→ The task
Work through the data below and give the number of lines holding "Columns", nothing more.

------ Information given ------

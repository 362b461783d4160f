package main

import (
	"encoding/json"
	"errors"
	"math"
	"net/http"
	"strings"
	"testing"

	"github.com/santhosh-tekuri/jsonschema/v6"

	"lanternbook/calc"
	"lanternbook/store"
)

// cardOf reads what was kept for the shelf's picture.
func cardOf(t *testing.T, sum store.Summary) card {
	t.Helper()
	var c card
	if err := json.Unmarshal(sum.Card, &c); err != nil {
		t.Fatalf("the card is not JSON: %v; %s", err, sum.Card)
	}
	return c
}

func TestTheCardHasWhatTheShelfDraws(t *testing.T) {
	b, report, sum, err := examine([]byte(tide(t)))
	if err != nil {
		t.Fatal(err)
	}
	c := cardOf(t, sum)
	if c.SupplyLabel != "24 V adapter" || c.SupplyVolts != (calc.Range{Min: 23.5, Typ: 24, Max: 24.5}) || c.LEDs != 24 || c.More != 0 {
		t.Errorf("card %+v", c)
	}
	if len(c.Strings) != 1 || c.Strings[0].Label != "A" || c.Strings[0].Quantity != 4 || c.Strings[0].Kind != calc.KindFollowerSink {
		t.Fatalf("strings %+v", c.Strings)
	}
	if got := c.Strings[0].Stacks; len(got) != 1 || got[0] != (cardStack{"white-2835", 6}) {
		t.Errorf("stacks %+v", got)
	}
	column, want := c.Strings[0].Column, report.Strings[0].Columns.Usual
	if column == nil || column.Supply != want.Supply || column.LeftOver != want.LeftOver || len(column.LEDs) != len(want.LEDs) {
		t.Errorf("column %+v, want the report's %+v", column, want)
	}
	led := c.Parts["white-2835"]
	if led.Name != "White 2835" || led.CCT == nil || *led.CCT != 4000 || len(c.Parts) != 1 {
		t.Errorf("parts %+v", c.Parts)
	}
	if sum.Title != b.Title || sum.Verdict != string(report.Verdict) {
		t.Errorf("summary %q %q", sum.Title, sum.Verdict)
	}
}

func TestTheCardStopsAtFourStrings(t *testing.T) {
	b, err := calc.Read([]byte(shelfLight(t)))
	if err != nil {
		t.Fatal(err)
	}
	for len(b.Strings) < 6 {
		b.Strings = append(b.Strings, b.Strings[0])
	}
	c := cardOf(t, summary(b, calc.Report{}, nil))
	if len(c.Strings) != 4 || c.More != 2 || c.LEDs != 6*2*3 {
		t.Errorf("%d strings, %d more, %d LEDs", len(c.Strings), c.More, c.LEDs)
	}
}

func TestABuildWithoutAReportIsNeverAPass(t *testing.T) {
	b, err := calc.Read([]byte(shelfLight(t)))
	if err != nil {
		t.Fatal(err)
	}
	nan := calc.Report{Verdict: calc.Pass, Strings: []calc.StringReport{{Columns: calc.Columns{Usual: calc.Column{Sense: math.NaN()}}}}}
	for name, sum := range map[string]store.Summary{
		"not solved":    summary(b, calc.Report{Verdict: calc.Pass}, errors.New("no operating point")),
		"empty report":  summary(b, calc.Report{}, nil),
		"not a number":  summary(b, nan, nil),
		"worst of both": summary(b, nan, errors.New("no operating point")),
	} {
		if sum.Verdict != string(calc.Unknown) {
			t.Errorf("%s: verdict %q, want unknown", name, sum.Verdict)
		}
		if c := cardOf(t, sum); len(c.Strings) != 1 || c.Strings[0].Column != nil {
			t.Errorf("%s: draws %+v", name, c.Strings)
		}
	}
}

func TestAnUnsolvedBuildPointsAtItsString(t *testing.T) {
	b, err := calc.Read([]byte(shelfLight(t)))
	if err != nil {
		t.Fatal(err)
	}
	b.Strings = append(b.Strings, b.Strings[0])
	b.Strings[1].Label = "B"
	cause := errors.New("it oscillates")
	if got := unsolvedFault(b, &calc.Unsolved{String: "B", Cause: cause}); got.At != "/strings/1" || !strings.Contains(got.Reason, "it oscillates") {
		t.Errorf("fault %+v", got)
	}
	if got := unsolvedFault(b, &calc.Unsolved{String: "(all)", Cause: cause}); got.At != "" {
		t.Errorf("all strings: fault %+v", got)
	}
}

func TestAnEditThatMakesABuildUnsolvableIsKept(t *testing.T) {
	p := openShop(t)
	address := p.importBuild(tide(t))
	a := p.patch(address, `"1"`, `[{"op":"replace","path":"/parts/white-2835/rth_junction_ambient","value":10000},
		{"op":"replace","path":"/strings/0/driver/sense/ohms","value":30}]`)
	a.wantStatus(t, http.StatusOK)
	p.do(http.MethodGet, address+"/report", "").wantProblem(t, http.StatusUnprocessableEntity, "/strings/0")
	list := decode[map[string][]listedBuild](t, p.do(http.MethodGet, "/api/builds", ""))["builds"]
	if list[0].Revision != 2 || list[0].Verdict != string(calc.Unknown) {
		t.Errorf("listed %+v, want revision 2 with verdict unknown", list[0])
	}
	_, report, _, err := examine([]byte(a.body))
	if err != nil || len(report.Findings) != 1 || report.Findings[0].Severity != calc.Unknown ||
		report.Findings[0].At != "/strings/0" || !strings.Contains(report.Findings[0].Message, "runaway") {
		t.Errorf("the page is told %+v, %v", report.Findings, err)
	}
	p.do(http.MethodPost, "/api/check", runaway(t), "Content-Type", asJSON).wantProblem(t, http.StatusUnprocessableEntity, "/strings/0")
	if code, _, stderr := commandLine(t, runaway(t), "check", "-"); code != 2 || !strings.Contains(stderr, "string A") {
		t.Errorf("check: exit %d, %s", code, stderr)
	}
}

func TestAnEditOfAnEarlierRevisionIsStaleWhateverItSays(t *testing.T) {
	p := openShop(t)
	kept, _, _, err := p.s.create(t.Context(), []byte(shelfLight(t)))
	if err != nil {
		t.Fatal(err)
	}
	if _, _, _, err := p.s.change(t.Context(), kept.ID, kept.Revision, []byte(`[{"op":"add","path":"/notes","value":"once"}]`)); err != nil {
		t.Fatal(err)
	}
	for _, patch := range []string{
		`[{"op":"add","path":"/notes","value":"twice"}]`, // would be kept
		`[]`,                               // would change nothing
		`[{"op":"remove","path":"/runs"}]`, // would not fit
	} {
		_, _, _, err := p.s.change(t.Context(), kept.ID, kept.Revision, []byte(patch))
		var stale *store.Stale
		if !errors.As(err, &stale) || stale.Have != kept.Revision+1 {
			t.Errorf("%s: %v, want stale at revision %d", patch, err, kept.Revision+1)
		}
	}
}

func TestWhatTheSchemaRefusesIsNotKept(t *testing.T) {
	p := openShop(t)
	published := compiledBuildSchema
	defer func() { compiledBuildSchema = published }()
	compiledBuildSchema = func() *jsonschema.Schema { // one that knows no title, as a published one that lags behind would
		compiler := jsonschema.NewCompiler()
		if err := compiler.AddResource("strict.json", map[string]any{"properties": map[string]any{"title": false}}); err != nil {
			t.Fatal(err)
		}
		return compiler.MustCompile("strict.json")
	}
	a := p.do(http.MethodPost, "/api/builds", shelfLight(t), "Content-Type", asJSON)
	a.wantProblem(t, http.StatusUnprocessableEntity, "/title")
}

------

→ Result of this task
2